Electricity prices to rise this summer

ENERGY. The average electric ratepayer will see an increase of more than $20 a month starting June 1.

| 17 Feb 2025 | 01:36

Electricity prices will increase for most residents and small- and medium-sized businesses served by the state’s four regulated electric distribution companies, the New Jersey Board of Public Utilities (BPU) said Feb. 12.

The average electric ratepayer will see an increase of more than $20 a month starting June 1, according to Brian Lipman, director of New Jersey Division of the Rate Counsel.

Results of the state’s 24th annual electricity auction for basic generation service (BGS) will result in higher costs for electricity supplied by Jersey Central Power & Light, Public Service Electric & Gas, Rockland Electric Co. and Atlantic City Electric.

“This week’s BGS auction results are the culmination of several issues: rapidly increasing demand for electricity, coupled with limited supply growth due to lagging new generation interconnection, and flawed market dynamics in the PJM region,” said Christine Guhl-Sadovy, BPU president.

PJM Interconnection operates the congested mid-Atlantic electric grid through Delaware, eastern Kentucky, Maryland, New Jersey, Ohio, Pennsylvania, Tennessee, Virginia, West Virginia and Washington, D.C., as well as small portions of Illinois, Indiana, Michigan and North Carolina.

Demand for electricity has spiked for the first time in decades. Artificial intelligence (AI), cryptomining, the broader electrification of society and bipartisan political pressure to bring manufacturing back to the U.S. are fueling new demand.
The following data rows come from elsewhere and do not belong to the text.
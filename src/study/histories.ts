import { zeros } from "../data/matrix.ts";
import type { Occasion } from "../data/occasion.ts";
import type { Counts } from "./counts.ts";

/** When an animal (or `number` animals that share a history) was caught: occasion indices, ascending, not empty. */
export interface History {
  readonly stratum: string;
  readonly seen: readonly number[];
  /** Lost at the last of its captures: died, or its mark was taken off. */
  readonly lost: boolean;
  readonly number: number;
}

/** What happened at one occasion; NaN where a counts table does not tell. */
export interface OccasionTally {
  readonly occasion: string;
  readonly newlyMarked: number;
  readonly seenAgain: number;
  readonly lost: number;
}

/**
 * Release–recapture counts per stratum, strata in order of code unit (Burnham et al. 1987, the reduced array): each
 * capture but a loss is a release, counted under the occasion of the next capture.
 */
export function countsFrom(histories: readonly History[], occasions: number): readonly Counts[] {
  const strata = [...new Set(histories.map((one) => one.stratum))].sort((a, b) => (a < b ? -1 : 1));
  return strata.map((stratum) => {
    const own = histories.filter((one) => one.stratum === stratum);
    const released = new Float64Array(occasions - 1);
    const seen = zeros(occasions - 1, occasions - 1);
    for (const { seen: caught, lost, number } of own)
      caught.forEach((at, i) => {
        const next = caught[i + 1];
        // What is released at the last occasion, or lost, can never be seen again and enters no count.
        if (at >= occasions - 1 || (next === undefined && lost)) return;
        released[at] += number;
        if (next !== undefined) seen.data[at * seen.columns + next - 1] += number;
      });
    const animals = own.reduce((sum, one) => sum + one.number, 0);
    return { stratum, occasions, released, seen, animals };
  });
}

export function tallyFrom(
  histories: readonly History[],
  occasions: readonly Occasion[],
): readonly OccasionTally[] {
  const tally = occasions.map(() => ({ newlyMarked: 0, seenAgain: 0, lost: 0 }));
  for (const { seen, lost, number } of histories)
    seen.forEach((at, i) => {
      if (i === 0) tally[at].newlyMarked += number;
      else tally[at].seenAgain += number;
      if (lost && i === seen.length - 1) tally[at].lost += number;
    });
  return occasions.map(({ name }, t) => ({ occasion: name, ...tally[t] }));
}

/** e.g. `age at ringing: adult, site: north`; `all animals` without strata. */
export function stratumLabel(columns: readonly string[], values: readonly string[]): string {
  if (columns.length === 0) return "all animals";
  return columns.map((column, i) => `${column.replaceAll("_", " ")}: ${values[i]}`).join(", ");
}

/** The value of each column in a label of `stratumLabel`; none for `all animals`. */
export function stratumValues(columns: readonly string[], label: string): readonly string[] {
  let rest = label;
  return columns.map((column, i) => {
    rest = rest.slice(column.length + ": ".length);
    const next = columns[i + 1];
    const end = next === undefined ? -1 : rest.indexOf(`, ${next.replaceAll("_", " ")}: `);
    const value = end < 0 ? rest : rest.slice(0, end);
    rest = end < 0 ? "" : rest.slice(end + ", ".length);
    return value;
  });
}

/**
 * Of `countsFrom`, the part that the newly marked make up: each animal's first release and its next capture. An animal
 * lost when it was first caught is not released and is in none.
 */
export function firstReleases(histories: readonly History[], occasions: number): readonly Counts[] {
  const strata = [...new Set(histories.map((one) => one.stratum))].sort((a, b) => (a < b ? -1 : 1));
  return strata.map((stratum) => {
    const released = new Float64Array(occasions - 1);
    const seen = zeros(occasions - 1, occasions - 1);
    let animals = 0;
    for (const { stratum: own, seen: caught, lost, number } of histories) {
      const [at, next] = caught;
      // a loss at a later capture does not undo the first release
      if (own !== stratum || at >= occasions - 1 || (lost && caught.length === 1)) continue;
      released[at] += number;
      animals += number;
      if (next !== undefined) seen.data[at * seen.columns + next - 1] += number;
    }
    return { stratum, occasions, released, seen, animals };
  });
}
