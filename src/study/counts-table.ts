import { columnIndex, type TextTable } from "../data/csv.ts";
import { type Matrix, zeros } from "../data/matrix.ts";
import type { Occasion } from "../data/occasion.ts";
import { InputError } from "../errors.ts";
import type { CaptureResult } from "./capture-result.ts";
import { stratumLabel } from "./histories.ts";
import { cellError, countCell } from "./numbers.ts";
import type { CountCaptures } from "./options.ts";
import { namedOccasions, undatedIntervals } from "./own-occasions.ts";

/**
 * Release–recapture counts: per stratum a row for each release occasion 1 … T−1, with the number released and, in
 * the columns of occasions 2 … T, how many of them were next met there (Burnham et al. 1987, the reduced array).
 * Cells at or before the release are empty or 0. Without dated occasions the first row names the first occasion and
 * the columns the others.
 * Throws `study.release-occasion`, `study.release-repeated`, `study.release-row-missing`, `study.seen-before-release`,
 * `study.more-seen-than-released`, `study.occasion-columns`, `study.stratum-missing`, `study.not-a-count`,
 * `study.lengths`.
 */
export function readCountsTable(
  options: CountCaptures,
  table: TextTable,
  dated: readonly Occasion[] | undefined,
): CaptureResult {
  const at = columnIndex(table, options.releasedAt, "captures.released at");
  const released = columnIndex(table, options.released, "captures.released");
  const strata = options.strata.map((name) => columnIndex(table, name, "captures.strata"));
  const rest = table.header.filter((_, i) => ![at, released, ...strata].includes(i));
  const names = options.columns ?? dated?.slice(1).map((one) => one.name) ?? rest;
  const columns = names.map((name) => columnIndex(table, name, "captures.columns"));
  const occasions = dated ?? namedOccasions([table.rows[0].cells[at], ...names]);
  const intervals = occasions.length - 1;
  if (columns.length !== intervals || intervals < 1)
    throw new InputError({
      name: "study.occasion-columns",
      expected:
        dated === undefined
          ? "at least 1 column of next recaptures"
          : `${intervals} columns, one for each occasion but the first`,
      found: `${columns.length}: ${names.join(", ")}`,
      where: { file: options.file, line: 1, cell: "captures.columns" },
      remedy: "name one column for each occasion after the first, in order of time",
    });
  const groups = new Map<string, { released: Float64Array; seen: Matrix; lines: Map<number, number> }>();
  table.rows.forEach(({ cells, line }, row) => {
    const values = strata.map((column, i) => {
      if (cells[column] !== "") return cells[column];
      throw cellError(table, row, column, {
        name: "study.stratum-missing",
        expected: `a value of ${options.strata[i]} in each row`,
        remedy: "fill the cell, or leave the column out of captures.strata",
      });
    });
    const stratum = stratumLabel(options.strata, values);
    const group = groups.get(stratum) ?? {
      released: new Float64Array(intervals),
      seen: zeros(intervals, intervals),
      lines: new Map<number, number>(),
    };
    groups.set(stratum, group);
    const i = occasions.slice(0, -1).findIndex((one) => one.name === cells[at]);
    const before = group.lines.get(i);
    if (i < 0 || before !== undefined)
      throw cellError(table, row, at, {
        name: i < 0 ? "study.release-occasion" : "study.release-repeated",
        expected:
          i < 0
            ? `an occasion before the last: ${occasions
                .slice(0, -1)
                .map((one) => one.name)
                .join(", ")}`
            : `each release occasion in one row of ${stratum} (see line ${before})`,
        remedy: i < 0 ? "mend the name; releases at the last occasion are left out" : "join the two rows",
      });
    group.lines.set(i, line);
    group.released[i] = countCell(table, row, released);
    readRow(table, row, columns, i, group.seen);
    const met = group.seen.data.slice(i * intervals, (i + 1) * intervals).reduce((sum, one) => sum + one, 0);
    if (met > group.released[i])
      throw cellError(table, row, released, {
        name: "study.more-seen-than-released",
        expected: `at least the ${met} animals that were met again`,
        remedy: "mend the row: each released animal is counted once, where it is next met",
      });
  });
  const sorted = [...groups].sort(([a], [b]) => (a < b ? -1 : 1));
  for (const [stratum, { lines }] of sorted)
    for (const one of occasions.slice(0, -1))
      if (!lines.has(one.index)) throw rowMissing(options.file, stratum, one.name);
  const counts = sorted.map(([stratum, group]) => ({
    stratum,
    occasions: occasions.length,
    released: group.released,
    seen: group.seen,
    animals: Number.NaN,
  }));
  const seenAgain = occasions.map((_, t) =>
    counts.reduce((sum, { seen }) => {
      for (let i = 0; i < t; i++) sum += seen.data[i * intervals + t - 1];
      return sum;
    }, 0),
  );
  const unknown = Number.NaN;
  return {
    histories: undefined,
    counts,
    occasions,
    intervals: dated === undefined ? undatedIntervals(occasions, options.lengths) : undefined,
    findings: [],
    animals: unknown,
    captures: unknown,
    perOccasion: occasions.map(({ name }, t) => ({
      occasion: name,
      newlyMarked: unknown,
      seenAgain: seenAgain[t],
      lost: unknown,
    })),
  };
}

/** Fills row i of `seen`; cells of occasions up to the release may be empty. */
function readRow(table: TextTable, row: number, columns: readonly number[], i: number, seen: Matrix): void {
  columns.forEach((column, j) => {
    const early = j < i;
    const value = early && table.rows[row].cells[column] === "" ? 0 : countCell(table, row, column);
    if (early && value > 0)
      throw cellError(table, row, column, {
        name: "study.seen-before-release",
        expected: "0 or nothing: this occasion is not after the release",
        remedy: "check the order of rows and columns; both run with time",
      });
    seen.data[i * seen.columns + j] = value;
  });
}

function rowMissing(file: string, stratum: string, name: string): InputError {
  return new InputError({
    name: "study.release-row-missing",
    expected: `a row for each release occasion of ${stratum}`,
    found: `none for ${JSON.stringify(name)}`,
    where: { file },
    remedy: "add the row; where nobody was released, write 0",
  });
}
“PJM’s recent capacity auction results are the main driver of these increases. The Murphy administration will continue to aggressively push and hold PJM accountable to address rising costs by expediting interconnection and implementing additional market reforms, all of which will help drive down costs for ratepayers which is a priority for the BPU,” Guhl-Sadovy said.

The BGS auction determines, in part, the cost of electricity for most residents and many businesses for a 12-month period starting June 1.

The BPU’s authority over the auction is limited to certifying the results as consistent with market trends, it said.

Winning prices for all four companies increased compared with last year’s auction, with the average monthly bill projected to increase between 17 percent and 20 percent depending on the service territory.

The four regulated companies do not earn a profit on the cost of the electric supply secured in the auctions; they pass the costs directly to ratepayers.

“Rate counsel is deeply concerned about the outcome of the auction. There was a significant increase in prices, with the average electric ratepayer seeing an increase of over $20 per month, which have a substantial impact on New Jersey families and businesses, especially those least able to afford it,” Lipman said.

”There are a number of factors that led to these higher prices, but a significant driver is PJM and its failure to fix the capacity market. The last PJM capacity market auction cleared at its highest price in history.

“While some of that is due to an anticipated increase in the demand for electricity, most of the increase is due to PJM’s failure to fix its market rules or timely interconnect new generation supply.

“This was not simply an issue of supply and demand as PJM’s continued failure to fix its market rules and interconnection queue will lead to even higher prices in the future and slow our ability to build out our electrical infrastructure.”

Fast-tracking plants

Meanwhile, the Federal Energy Regulatory Commission approved PJM’s proposal to head off the potential for power shortages as demand for electricity grows in part because of a surge in artificial intelligence and energy-hungry data centers.

Critics, however, say the plan will effectively fast-track the construction of new natural gas plants over clean energy projects that don’t emit planet-warming greenhouse gases.

The commission’s decision, in a 3-1 vote, on Feb. 12 said PJM’s proposal is “just and reasonable and not unduly discriminatory or preferential.” The proposal was originally submitted in December.

PJM, based in Pennsylvania, has said it made the proposal because a power shortage could affect the grid as early as 2026 as demand grows for electricity at the same time coal-fired plants and aging nuclear plants are retiring.

PJM’s criteria for an eligible project includes ones that are ready to build, can provide a relatively high power capacity and are likelier to produce electricity when the grid is most likely to see power shortfalls. It said it would open an application period for proposals and select 50 to study.

Clean energy advocates say the process favors gas-fired plants, and they blame PJM for creating the existing reliability problem by taking an unduly long time to study proposed wind and solar energy projects in its project queue.

Proposals awaiting PJM’s approval are more than 97 percent solar, wind or battery storage, according to federal figures. Less than 3 percent are natural gas.

Some critics questioned PJM’s process. The Ohio Consumers’ Counsel Office said it will be impossible for consumers to know whether PJM is selecting the most efficient or cost-effective power plants.